Jobs to be done is a concept developed by Professor Clay Christensen in his book “Competing Against Luck”, and defines the “job” that your customers would “hire” your product to do. In his most entertaining example, Christensen argues that the job a milkshake is hired for by a commuter in the morning is fundamentally different from the job a dad hires the milkshake for when going out with his daughter in the afternoon. In the former case, the commuter is looking for something to keep herself entertained for the duration of the drive, and provide enough energy until lunch, in the latter case, it is about spending previous family time, and possibly a more affordable reward instead of buying new toys. But please listen to the master explaining the concept himself:

To reduce Finance, and in particular Personal Finance, to the essentials, we argue that there are only two avenues, namely sources and uses of money (and money, as is well established, functions as a medium of exchange, a store of value, or a unit of account). One sources money by earning or borrowing it, and one uses money by spending or saving/investing it. It is as simple as that.

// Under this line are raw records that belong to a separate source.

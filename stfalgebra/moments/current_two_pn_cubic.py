"""The cubic (G^2 m_A m_B m_C) non-compact terms of the 2PN current moments J_L, for every l.

In the reduction (J4) of :mod:`stfalgebra.moments.current_two_pn`, the cubic part of
Sigma_b at c^-4 is the bracket

    (1/(pi G)) [ 2 d_k U d_b R_k - Delta(U R_b + U^2 U_b/2) + (3/2) U d_t U d_b U
                 - (1/2) U_b dU.dU + U_k d_k U d_b U ]                                       (C1)

(plus the compact terms -6 U^2 sigma_b - 4 R_b sigma, not here) and the terms of
Lambda^0b|eps^7/(16 pi G) with the non-compact W^nc_ij of (N3). With the probe form (J2),

    J_L k_L |cubic = (1/l) curl { w: FP int d^3x (k.x)^l C_w },   Sigma_b = sum_w C_w w_b + (x_b part),

w among y1, y2, v1, v2 ((x - y_A)_b = x_b - y_A_b: the x_b part drops out of x cross Sigma). Each
C_w is a sum of terms (x.v1)^p (x.v2)^q r1^a r2^b with coefficients in the body invariants,
integrated by :func:`stfalgebra.moments.partie_finie.partie_finie_seed_integral` (the Hadamard
partie finie at the bodies: the products of three potentials reach r_A^-7 at a body, beyond
the r_A^-3 where the (r1 r2)^eps continuation is the partie finie; the regulator (|x|/r0)^B
centred on the origin at infinity). The curl is taken key by key (poles at the bodies and the
powers of ln r12, ln r0 cancel only after it) and put on the Newtonian centre-of-mass orbit
(:func:`stfalgebra.moments.current_two_pn.curl_on_newtonian_orbit`).

The potentials (Newtonian order, :mod:`stfalgebra.moments.near_zone`): U = G sum m_A/r_A,
U_b = G sum m_A v_A^b/r_A, d_t U = G sum m_A (n_A.v_A)/r_A^2 (time derivative at fixed x),
R^C_k = G^2 m1 m2 (v1 - v2)_k (1/r1 - 1/r2)/r12 and the self part of R^nc (N5),
-G^2 m_A^2 (v_A - (n_A.v_A) n_A)/(8 r_A^2).

**Terms included so far** (:func:`cubic_field_term`): in (C1) the three products
(3/2) U d_t U d_b U - (1/2) U_b dU.dU + U_k d_k U d_b U (every body combination),
2 d_k U d_b R_k with R = R^C + (self part of R^nc), and the surface term at infinity of
-Delta(U R_b + U^2 U_b/2) with the whole R (:func:`surface_term`; it vanishes for every l);
in the W^nc terms of Lambda^0b|eps^7/(16 pi G) (the W-dependent monomials of (L3) of
:mod:`stfalgebra.moments.pseudo_tensor`, divided by 16), the pointwise terms with the self
parts m_A^2 (delta_ij - n_A^i n_A^j)/(4 r_A^2) of W^nc ("W^nc_self") and the delta parts of
-W_kl d_kl U_b + (1/2) W Delta U_b with the whole W^nc ("W^nc_delta", Hadamard values (N4)).
**The g = ln(r1 + r2 + r12) volume terms** (G^2 m1 m2 m_C): the cross part of R^nc in
2 d_k U d_b R_k, and the cross part -G^2 m1 m2 (d_1i d_2j + d_1j d_2i) g of W^nc in the pointwise
W terms, are :func:`stfalgebra.moments.current_two_pn_g_volume.g_volume_term`. They have third
derivatives of g, with powers of 1/(r1 + r2 + r12) that the seeds (P1) do not integrate (unlike
(I5) of :mod:`stfalgebra.moments.mass_two_pn`, the powers do not cancel); they are integrated
exactly in prolate spheroidal coordinates (:mod:`stfalgebra.moments.spheroidal_integrals`).
Independent check: direct numerical quadrature of the explicit potentials at l = 1 and 2
(tests/moments/test_current_two_pn_cubic_g_terms.py).

**Regularisation constants.** ln r0 (the scale of the finite part at infinity) and ln r12 are
kept as keys until the curl is on the orbit; the Hadamard scales of the bodies would come with
a pole at a body: :func:`stfalgebra.moments.polynomial_seeds.finite_total` raises if one
survives. For the terms included, every ln r0 and every pole cancels (tested): no constant.

**Conventions**: null probe k; ell = x cross v; harmonic coordinates; centre-of-mass frame;
results are ring elements of :mod:`stfalgebra.moments.orbit_polynomials`, the coefficient of
ell.k/c^4 in J_L k_L, the factor (k.x)^(l-1) included (as
:func:`stfalgebra.moments.current_two_pn.one_pn_field_term`).

Example
-------
>>> from stfalgebra.symbols import r
>>> sp.factor(cubic_field_term(1).as_expr().subs(sp.Symbol("ir", positive=True), 1 / r))
-3*G**2*m**3*nu*(11*nu - 4)/(2*r**2)

References
----------
L. Blanchet, Living Rev. Relativ. 17, 2 (2014), Sec. 3 (source moments), Sec. 5 (potentials);
L. Blanchet, G. Faye & B. Ponsot, Phys. Rev. D 58, 124002 (1998) (R_i, g).
"""

from __future__ import annotations

from functools import lru_cache

import sympy as sp

from ..symbols import G, delta, m
from . import invariants as inv
from . import orbit_polynomials as op
from .current_two_pn import curl_on_newtonian_orbit
from .current_two_pn_g_volume import g_volume_term
# the cubic terms cubic_field_term does not include (an assembly of J_L at 2PN refuses, naming
# them, while this is not empty; empty since the g-volume terms are derived): kept in the
# sympy-free status module, which the table of contributions reads
from .current_two_pn_status import MISSING_TERMS
from .partie_finie import partie_finie_seed_integral

__all__ = ["cubic_field_term", "cubic_source_vector", "surface_term", "g_cross_potential", "CUBIC_TERMS",
           "MISSING_TERMS"]

#: The named pieces of the bracket (C1) that :func:`cubic_field_term` includes.
CUBIC_TERMS = ("U dtU dU", "Ub dU.dU", "Uk dkU dU", "dU dR^C", "dU dR^nc_self", "W^nc_self", "W^nc_delta")

_R1, _R2, _XV1, _XV2 = sp.symbols("r1 r2 xv1 xv2", positive=True)
_M1, _M2 = sp.symbols("m1 m2", positive=True)
_RADII = {"1": _R1, "2": _R2}
_XV = {"1": _XV1, "2": _XV2}


def _symbol(a: str, b: str) -> sp.Symbol:
    return sp.Symbol(str(inv.dot(a, b)))


_R12 = sp.Symbol("r12")
_IR12 = sp.Symbol("ir12")


def _dot(a: str, b: str) -> sp.Expr:
    """Dot product of two basis vectors: n1 = x - y1, n2 = x - y2, v1, v2."""
    if a > b:
        a, b = b, a
    if a[0] == "n" and b[0] == "n":
        if a == b:
            return _RADII[a[1]]**2
        return (_R1**2 + _R2**2 - _R12**2) / 2
    if a[0] == "n":
        return _XV[b[1]] - _symbol("y" + a[1], b)
    return _symbol(a, b)


def _contract(u: dict, w: dict) -> sp.Expr:
    return sp.expand(sum((f * g * _dot(p, q) for p, f in u.items() for q, g in w.items()), sp.Integer(0)))


def _scale(u: dict, factor) -> dict:
    return {w: sp.expand(f * factor) for w, f in u.items()}


def _add(*vectors: dict) -> dict:
    out: dict = {}
    for u in vectors:
        for w, f in u.items():
            out[w] = out.get(w, 0) + f
    return {w: sp.expand(f) for w, f in out.items()}


def _gradient(f: sp.Expr) -> dict:
    """grad_x f for f a function of r1, r2, x.v1, x.v2: n_A/r_A d/dr_A + v_C d/d(x.v_C)."""
    out = {}
    for body in ("1", "2"):
        out["n" + body] = sp.diff(f, _RADII[body]) / _RADII[body]
        out["v" + body] = sp.diff(f, _XV[body])
    return {w: sp.expand(g) for w, g in out.items() if g != 0}


def _potentials() -> dict:
    """U, grad U, d_t U, U_b and R_b (G = 1), as scalars or vectors in the basis n1, n2, v1, v2."""
    masses = {"1": _M1, "2": _M2}
    U = sum(masses[A] / _RADII[A] for A in "12")
    dU = _add(*({"n" + A: -masses[A] / _RADII[A]**3} for A in "12"))
    dtU = sum(masses[A] * _dot("n" + A, "v" + A) / _RADII[A]**3 for A in "12")
    Ub = _add(*({"v" + A: masses[A] / _RADII[A]} for A in "12"))
    compact = {"v1": _M1 * _M2 * (1 / _R1 - 1 / _R2) * _IR12, "v2": -_M1 * _M2 * (1 / _R1 - 1 / _R2) * _IR12}
    self_part = _add(*({"v" + A: -masses[A]**2 / (8 * _RADII[A]**2),
                        "n" + A: masses[A]**2 * _dot("n" + A, "v" + A) / (8 * _RADII[A]**4)} for A in "12"))
    return {"U": sp.expand(U), "dU": dU, "dtU": sp.expand(dtU), "Ub": Ub, "RC": compact, "Rself": self_part}


def _w_self_terms() -> dict:
    """The pointwise part of the W^nc self terms of Lambda^0b|eps^7/(16 pi G), times pi G, G = 1:

        -W_kl d_kl U_b - d_k U_b d_k W - d_k U_l d_b W_kl + d_k U_l d_k W_bl + d_k U_l d_l W_bk
        + (1/2) (d_k U_k + d_t U) d_b W + d_k U d_t W_bk,

    W_ij = -m_A^2 (delta_ij - n_A^i n_A^j)/(4 r_A^2) (the self part of (N3)), W = W_kk =
    -m_A^2/(2 r_A^2), d_t W_ij = -(v_A.grad) W_ij; d_k U_k + d_t U = 0 (U_k = G sum m v/r).
    Each field derivative acts on W only, the contracted vectors n_C = x - y_C held fixed."""
    masses = {"1": _M1, "2": _M2}
    total = []
    for A in "12":
        nA, rA, mass = "n" + A, _RADII[A], masses[A]**2
        c1, c2 = -mass / (4 * rA**2), mass / (4 * rA**4)
        grad1, grad2 = _gradient(c1), _gradient(c2)

        def along(d: dict, b: dict) -> dict:
            """(d.grad) W_bk b_k with b fixed."""
            return _add(_scale(b, _contract(d, grad1)), {nA: _contract(d, grad2) * _contract({nA: 1}, b)},
                        _scale(d, c2 * _contract({nA: 1}, b)), {nA: c2 * _contract(d, b)})

        def gradient_fixed(a: dict, b: dict) -> dict:
            """grad_b [W_kl a_k b_l] with a, b fixed."""
            return _add(_scale(grad1, _contract(a, b)), _scale(grad2, _contract({nA: 1}, a) * _contract({nA: 1}, b)),
                        _scale(a, c2 * _contract({nA: 1}, b)), _scale(b, c2 * _contract({nA: 1}, a)))

        for C in "12":
            nC, vC, rC, mC = "n" + C, "v" + C, _RADII[C], masses[C]
            weight = mC / rC**3
            cosine = _contract({nA: 1}, {nC: 1})
            total.append({vC: -mC * c2 * (3 * cosine**2 / rC**5 - rA**2 / rC**3)})
            total.append({vC: mC * mass * cosine / (rC**3 * rA**4)})
            total.append(_scale(gradient_fixed({nC: 1}, {vC: 1}), weight))
            total.append(_scale(along({nC: 1}, {vC: 1}), -weight))
            total.append(_scale(along({vC: 1}, {nC: 1}), -weight))
            total.append(_scale(along({"v" + A: 1}, {nC: 1}), weight))
    return _add(*total)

Often, these four basic building blocks go hand-in-hand with the concept of time. Quite literally, “time is money” when you rent out your labor to get a paycheck, or even when you are an entrepreneur investing “sweat equity” into your startup. A temporal transformation, or an arbitrage of time, sets in when one does not have enough money to meet current spending and needs to borrow (moving forward consumption), or one has surplus cash to save/invest, thus deferring consumption to a later point in time. Also, returns on capital compound over time.

Generally, the less friction and complexity there is across these four components, the less cost for the individual, and the better off we are. However, not all friction is bad, and as it often does, it depends on one’s personal circumstances. But that will be the topic for Part III.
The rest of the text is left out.